Elliot raised an eyebrow. “You as well?” The lord master grumbled, “Now, my own squire rebels.”
“I do not mean to rebel, sir,” said Derrek. “Only, I was told you were honorable, a merciful man, a man of virtue. A knight in the order of the paladins. That’s why I came here—to serve you. The Paladin. Are you not that man?”
“You heard tales…” Elliot carried the candle where he could see the boy’s face clearly and he stared with an icy scowl. “I will forgive you—only once. Never speak to me again about the order of the paladins. Consider yourself forewarned.”
He handed the plate to Derrek. “You know the paladins are no more. But you may not know how they met their end. I was a boy, younger than you, when my father took me to join them. The paladins were only few then, whittled down over the centuries, to no more than three hundred. The order had fallen, and it could barely be hidden from my eyes. It was in a state of debauchery. Men drunk in the halls and collapsing downstairs. Whores spread over the shield altar. Murmurings everywhere of knights secretly fallen to the whisperer. And some…” Elliot’s voice turned more bitter. “Some… so wretched, they drank themselves into a stupor and dueled to the death for no reason but pride.”
“I was there when the white citadel fell. When Grieves Ballessteer and his abominations from the midnight lands came. But the order, itself, was already dead when the mage’s monsters arrived. There was no resistance. I saw knights running like cowards and forgetting their oaths. And by doing so… consigning those in the citadel to death and sealing the fate of the entire realm.”
Derrek said, “I heard they fell from grace, Sir Elliot. Everyone has. But I heard you were a true one, a last one.”

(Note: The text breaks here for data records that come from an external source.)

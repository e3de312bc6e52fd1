using Portfolio.Model.Documents;
using Portfolio.Model.Faults;
using Portfolio.Model.Rules.OfDistributions;

namespace Portfolio.Model.Rules.WithinProject;

/// <summary>Distributions of duration, remaining work and cost, and what has been spent. Those of a milestone are faults already.</summary>
internal static class EstimateRule
{
    public static IEnumerable<Fault> Check(PlacedProject placed)
    {
        var (activities, limits) = (placed.Project.Activities, placed.Context.Limits);
        for (var i = 0; i < activities.Count; i++)
        {
            var activity = activities[i];
            if (activity.Milestone) continue;
            foreach (var flaw in DistributionRule.Flaws(activity.Duration, Quantity.Duration, limits))
                yield return flaw.At(placed.Activity(i).Under("duration"));
            if (activity.Cost is not null)
                foreach (var fault in Costs(activity.Cost, placed, i))
                    yield return fault;
            foreach (var flaw in DistributionRule.Flaws(activity.Remaining, Quantity.Remaining, limits))
                yield return flaw.At(placed.Activity(i).Under("remaining"));
        }
    }

    private static IEnumerable<Fault> Costs(ActivityCost cost, PlacedProject placed, int i)
    {
        var limits = placed.Context.Limits;
        Place At(string member) => placed.Activity(i).Under("cost").Under(member);

        foreach (var flaw in DistributionRule.Flaws(cost.Fixed, Quantity.ActivityCost, limits)) yield return flaw.At(At("fixed"));
        foreach (var flaw in DistributionRule.Flaws(cost.PerDay, Quantity.ActivityCost, limits)) yield return flaw.At(At("perDay"));
        if (cost.Actual != 0 && ValueRule.Money(cost.Actual, placed.Context.MinorDigits, () => At("actual")) is { } actual)
            yield return actual;
    }
}
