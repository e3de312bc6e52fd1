using Portfolio.Model.Documents;
using Portfolio.Model.Faults;

namespace Portfolio.Model.Rules.WithinProject;

/// <summary>Dates of an activity and what its progress needs; milestones have a rule of their own for what they may not have.</summary>
internal static class ProgressRule
{
    public static IEnumerable<Fault> Check(PlacedProject placed)
    {
        var activities = placed.Project.Activities;
        for (var i = 0; i < activities.Count; i++)
        {
            var activity = activities[i];
            if (activity.EarliestStart is not null && Range(placed, i, activity.EarliestStart, "earliestStart") is { } range)
                yield return range;
            if (!activity.Milestone && activity is not { Started: false, Duration: not null, Remaining: null })
                foreach (var fault in Estimates(activity, placed, i))
                    yield return fault;
            if (!activity.Started) continue;
            foreach (var fault in Actuals(activity, placed, i)) yield return fault;
        }
    }

    private static IEnumerable<Fault> Estimates(Activity activity, PlacedProject placed, int i)
    {
        if (activity.Duration is null && !activity.Finished)
            yield return placed.Activity(i).Fault(RuleCodes.DurationMissing,
                $"{placed.Name(i)} has no duration; only milestones and finished work can do without.");
        if (activity.Remaining is null && activity.UnderWay)
            yield return placed.Activity(i).Fault(
                RuleCodes.RemainingMissing, $"{placed.Name(i)} has started and is not finished, so it must say how much work is remaining.");
        if (activity.Remaining is not null && activity.Finished)
            yield return placed.Activity(i).Under("remaining").Fault(RuleCodes.RemainingFinished,
                $"{placed.Name(i)} is finished, so no work can be remaining.");
        if (activity.Remaining is not null && !activity.Started)
            yield return placed.Activity(i).Under("remaining").Fault(
                RuleCodes.RemainingNotStarted, $"{placed.Name(i)} has remaining work but no actual start; before the start only "
                + "the duration counts.");
        if (activity.Finished && activity.ActualStart is null)
            yield return placed.Activity(i).Fault(RuleCodes.ActualStartMissing,
                $"{placed.Name(i)} is finished, so it must also say when it started.");
    }

    private static IEnumerable<Fault> Actuals(Activity activity, PlacedProject placed, int i)
    {
        var (start, finish) = (activity.ActualStart, activity.ActualFinish);
        if (Actual(placed, i, start, "actualStart") is { } ofStart) yield return ofStart;
        if (Actual(placed, i, finish, "actualFinish") is { } ofFinish) yield return ofFinish;
        if (finish < start && finish != DateOnly.MinValue)
            yield return placed.Activity(i).Under("actualFinish").Fault(
                RuleCodes.ActualOrder, $"{placed.Name(i)} finishes on {finish:yyyy-MM-dd}, before it starts on {start:yyyy-MM-dd}.");
    }

    private static Fault? Actual(PlacedProject placed, int i, DateOnly? date, string member)
    {
        if (Range(placed, i, date, member) is { } range) return range;
        var status = placed.Project.StatusDate;
        if (date is not { } actual || status == DateOnly.MinValue || actual < status) return null;
        return placed.Activity(i).Under(member).Fault(
            RuleCodes.ActualNotBeforeStatus,
            $"{actual:yyyy-MM-dd} is not before the status date {status:yyyy-MM-dd}; progress is reported up to the beginning "
            + "of that day.");
    }

    private static Fault? Range(PlacedProject placed, int i, DateOnly? date, string member) =>
        ValueRule.Date(date, () => placed.Activity(i).Under(member));
}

“Listen to me. The war—all of it—the death, the chaos, all because those men broke their oaths and ran. Never again call me one of them again.” He glared down with his cool blue eyes.
Derrek said, “I meant no offense, sir.”
Elliot informed the boy, “The legion will bring order. Men will be held to their oaths. Those who abandon theirs will be slain. Honor will be restored where it was lost. That is our task.”
“I see,” Derrek said, “we poison children for honor.”
A shadow came over the lord master’s face. He stepped to the boy, looking him down. The plate in Derrek’s hand began to shake. The glare lasted for a terrible second, his grey-blue eyes burning into the boy. Then Elliot snatched the plate from Derrek’s hands. “GO—have a drink of wine, squire. Accept the queen’s courtesy—a reward for our good work.”
As Derrek hustled out of the tent, he heard the lord master speak once more. “The legion is more than you believe.”